## Work instructions
Lines containing the word "proxy" in the data below: say how many, with no other text.

Stored data:
□ □ □ □ □

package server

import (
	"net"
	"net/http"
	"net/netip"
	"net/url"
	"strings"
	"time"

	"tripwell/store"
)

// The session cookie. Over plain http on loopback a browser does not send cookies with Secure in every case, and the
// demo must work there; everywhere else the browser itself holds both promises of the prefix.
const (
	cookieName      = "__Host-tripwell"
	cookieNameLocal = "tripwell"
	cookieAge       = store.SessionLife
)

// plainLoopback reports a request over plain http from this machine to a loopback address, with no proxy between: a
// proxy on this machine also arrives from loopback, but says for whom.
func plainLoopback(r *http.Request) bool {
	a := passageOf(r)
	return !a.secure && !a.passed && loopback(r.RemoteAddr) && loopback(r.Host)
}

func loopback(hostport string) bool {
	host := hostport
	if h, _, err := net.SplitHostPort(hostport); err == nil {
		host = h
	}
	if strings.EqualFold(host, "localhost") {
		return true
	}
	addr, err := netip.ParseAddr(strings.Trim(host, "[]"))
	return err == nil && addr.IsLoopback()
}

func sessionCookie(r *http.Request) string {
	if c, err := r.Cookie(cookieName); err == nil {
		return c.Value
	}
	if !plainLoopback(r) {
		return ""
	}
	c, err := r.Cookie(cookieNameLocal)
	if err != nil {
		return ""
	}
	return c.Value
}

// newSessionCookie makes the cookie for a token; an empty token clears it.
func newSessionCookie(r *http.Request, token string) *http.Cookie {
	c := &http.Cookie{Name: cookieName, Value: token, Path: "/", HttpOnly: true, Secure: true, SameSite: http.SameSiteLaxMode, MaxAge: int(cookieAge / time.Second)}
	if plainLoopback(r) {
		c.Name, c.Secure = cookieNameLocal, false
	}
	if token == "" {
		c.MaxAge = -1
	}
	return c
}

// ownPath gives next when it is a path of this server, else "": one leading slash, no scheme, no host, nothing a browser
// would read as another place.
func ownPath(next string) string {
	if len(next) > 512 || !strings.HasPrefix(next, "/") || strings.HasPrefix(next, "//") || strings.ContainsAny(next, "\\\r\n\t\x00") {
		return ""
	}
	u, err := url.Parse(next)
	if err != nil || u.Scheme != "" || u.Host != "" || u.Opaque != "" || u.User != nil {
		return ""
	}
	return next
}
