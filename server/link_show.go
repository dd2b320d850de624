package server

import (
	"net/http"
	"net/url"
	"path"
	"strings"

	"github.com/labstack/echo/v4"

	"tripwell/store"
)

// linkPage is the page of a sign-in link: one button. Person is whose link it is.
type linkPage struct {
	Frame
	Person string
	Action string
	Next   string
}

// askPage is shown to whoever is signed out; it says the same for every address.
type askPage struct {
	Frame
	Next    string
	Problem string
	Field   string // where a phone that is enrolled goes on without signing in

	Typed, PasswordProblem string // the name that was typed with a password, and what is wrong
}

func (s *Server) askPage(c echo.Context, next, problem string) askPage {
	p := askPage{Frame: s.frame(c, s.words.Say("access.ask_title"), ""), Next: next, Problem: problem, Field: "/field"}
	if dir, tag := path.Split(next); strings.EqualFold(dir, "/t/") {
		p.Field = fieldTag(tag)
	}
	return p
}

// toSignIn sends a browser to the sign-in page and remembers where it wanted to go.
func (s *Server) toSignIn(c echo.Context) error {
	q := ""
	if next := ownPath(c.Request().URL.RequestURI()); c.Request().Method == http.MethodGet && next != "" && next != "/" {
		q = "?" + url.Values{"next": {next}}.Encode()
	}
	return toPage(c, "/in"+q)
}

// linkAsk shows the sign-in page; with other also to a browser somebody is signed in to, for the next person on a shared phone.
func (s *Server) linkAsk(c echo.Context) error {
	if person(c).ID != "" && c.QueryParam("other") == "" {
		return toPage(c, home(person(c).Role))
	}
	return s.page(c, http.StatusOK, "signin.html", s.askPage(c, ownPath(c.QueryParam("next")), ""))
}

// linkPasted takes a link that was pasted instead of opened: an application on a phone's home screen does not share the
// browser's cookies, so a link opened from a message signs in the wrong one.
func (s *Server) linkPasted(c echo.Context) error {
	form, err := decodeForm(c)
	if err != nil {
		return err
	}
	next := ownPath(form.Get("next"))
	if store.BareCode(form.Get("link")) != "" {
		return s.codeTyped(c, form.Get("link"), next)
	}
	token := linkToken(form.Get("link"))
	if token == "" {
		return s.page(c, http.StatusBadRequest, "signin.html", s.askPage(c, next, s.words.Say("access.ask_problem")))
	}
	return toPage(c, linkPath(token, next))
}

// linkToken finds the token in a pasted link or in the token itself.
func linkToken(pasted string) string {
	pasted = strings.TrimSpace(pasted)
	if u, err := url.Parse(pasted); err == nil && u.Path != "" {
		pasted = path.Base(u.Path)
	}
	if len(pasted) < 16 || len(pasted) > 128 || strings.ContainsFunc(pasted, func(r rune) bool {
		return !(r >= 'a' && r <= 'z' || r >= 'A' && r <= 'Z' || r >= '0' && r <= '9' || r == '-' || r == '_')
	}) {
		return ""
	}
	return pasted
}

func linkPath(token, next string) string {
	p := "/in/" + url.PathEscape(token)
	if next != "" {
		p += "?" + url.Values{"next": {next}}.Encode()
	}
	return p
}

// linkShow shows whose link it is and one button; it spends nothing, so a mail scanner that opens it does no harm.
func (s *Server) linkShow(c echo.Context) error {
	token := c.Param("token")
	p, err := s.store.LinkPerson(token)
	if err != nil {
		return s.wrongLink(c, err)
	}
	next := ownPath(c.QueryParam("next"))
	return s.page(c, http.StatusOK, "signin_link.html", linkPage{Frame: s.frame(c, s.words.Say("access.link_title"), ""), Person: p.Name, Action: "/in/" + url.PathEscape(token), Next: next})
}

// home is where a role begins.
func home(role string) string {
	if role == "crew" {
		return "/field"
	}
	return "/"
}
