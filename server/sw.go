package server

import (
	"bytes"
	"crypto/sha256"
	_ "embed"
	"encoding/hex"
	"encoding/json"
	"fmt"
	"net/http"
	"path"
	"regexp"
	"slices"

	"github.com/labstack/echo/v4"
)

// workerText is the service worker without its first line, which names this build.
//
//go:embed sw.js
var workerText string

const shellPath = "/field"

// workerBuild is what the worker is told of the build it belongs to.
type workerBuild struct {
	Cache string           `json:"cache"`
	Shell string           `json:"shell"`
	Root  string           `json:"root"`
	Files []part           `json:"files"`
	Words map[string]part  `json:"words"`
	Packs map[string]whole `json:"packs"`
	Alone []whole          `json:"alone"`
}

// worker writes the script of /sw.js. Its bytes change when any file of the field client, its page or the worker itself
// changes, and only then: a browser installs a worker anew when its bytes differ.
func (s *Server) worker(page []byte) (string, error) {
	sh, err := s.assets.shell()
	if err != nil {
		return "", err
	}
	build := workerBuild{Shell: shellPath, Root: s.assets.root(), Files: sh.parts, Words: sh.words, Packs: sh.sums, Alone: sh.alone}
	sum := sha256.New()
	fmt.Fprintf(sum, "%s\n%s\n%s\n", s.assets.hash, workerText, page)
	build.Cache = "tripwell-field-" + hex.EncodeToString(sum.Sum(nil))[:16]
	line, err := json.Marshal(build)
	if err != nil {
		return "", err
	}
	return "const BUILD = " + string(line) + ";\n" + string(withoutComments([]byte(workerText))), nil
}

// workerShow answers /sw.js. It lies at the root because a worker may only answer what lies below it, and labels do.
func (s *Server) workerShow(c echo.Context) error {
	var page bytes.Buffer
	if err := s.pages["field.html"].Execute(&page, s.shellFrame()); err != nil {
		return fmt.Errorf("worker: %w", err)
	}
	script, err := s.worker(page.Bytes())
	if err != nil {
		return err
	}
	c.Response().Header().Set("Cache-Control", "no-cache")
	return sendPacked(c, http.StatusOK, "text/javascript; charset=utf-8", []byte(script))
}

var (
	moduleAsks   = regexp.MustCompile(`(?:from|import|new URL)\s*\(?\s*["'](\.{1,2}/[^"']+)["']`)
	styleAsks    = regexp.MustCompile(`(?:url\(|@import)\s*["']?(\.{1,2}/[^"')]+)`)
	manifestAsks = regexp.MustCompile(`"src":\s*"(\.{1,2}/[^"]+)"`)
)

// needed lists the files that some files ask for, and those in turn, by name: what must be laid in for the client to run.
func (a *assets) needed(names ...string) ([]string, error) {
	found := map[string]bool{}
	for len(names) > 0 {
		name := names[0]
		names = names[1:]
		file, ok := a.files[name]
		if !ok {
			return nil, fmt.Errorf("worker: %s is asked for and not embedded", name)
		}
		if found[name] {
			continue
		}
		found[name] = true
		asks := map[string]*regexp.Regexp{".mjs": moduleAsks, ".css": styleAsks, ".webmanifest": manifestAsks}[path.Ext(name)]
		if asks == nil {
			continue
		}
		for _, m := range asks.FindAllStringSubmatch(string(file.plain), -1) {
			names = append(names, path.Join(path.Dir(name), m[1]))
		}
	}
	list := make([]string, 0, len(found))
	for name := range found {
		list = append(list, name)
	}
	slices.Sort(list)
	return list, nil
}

□ □ □ □ □

## Answer to this task
2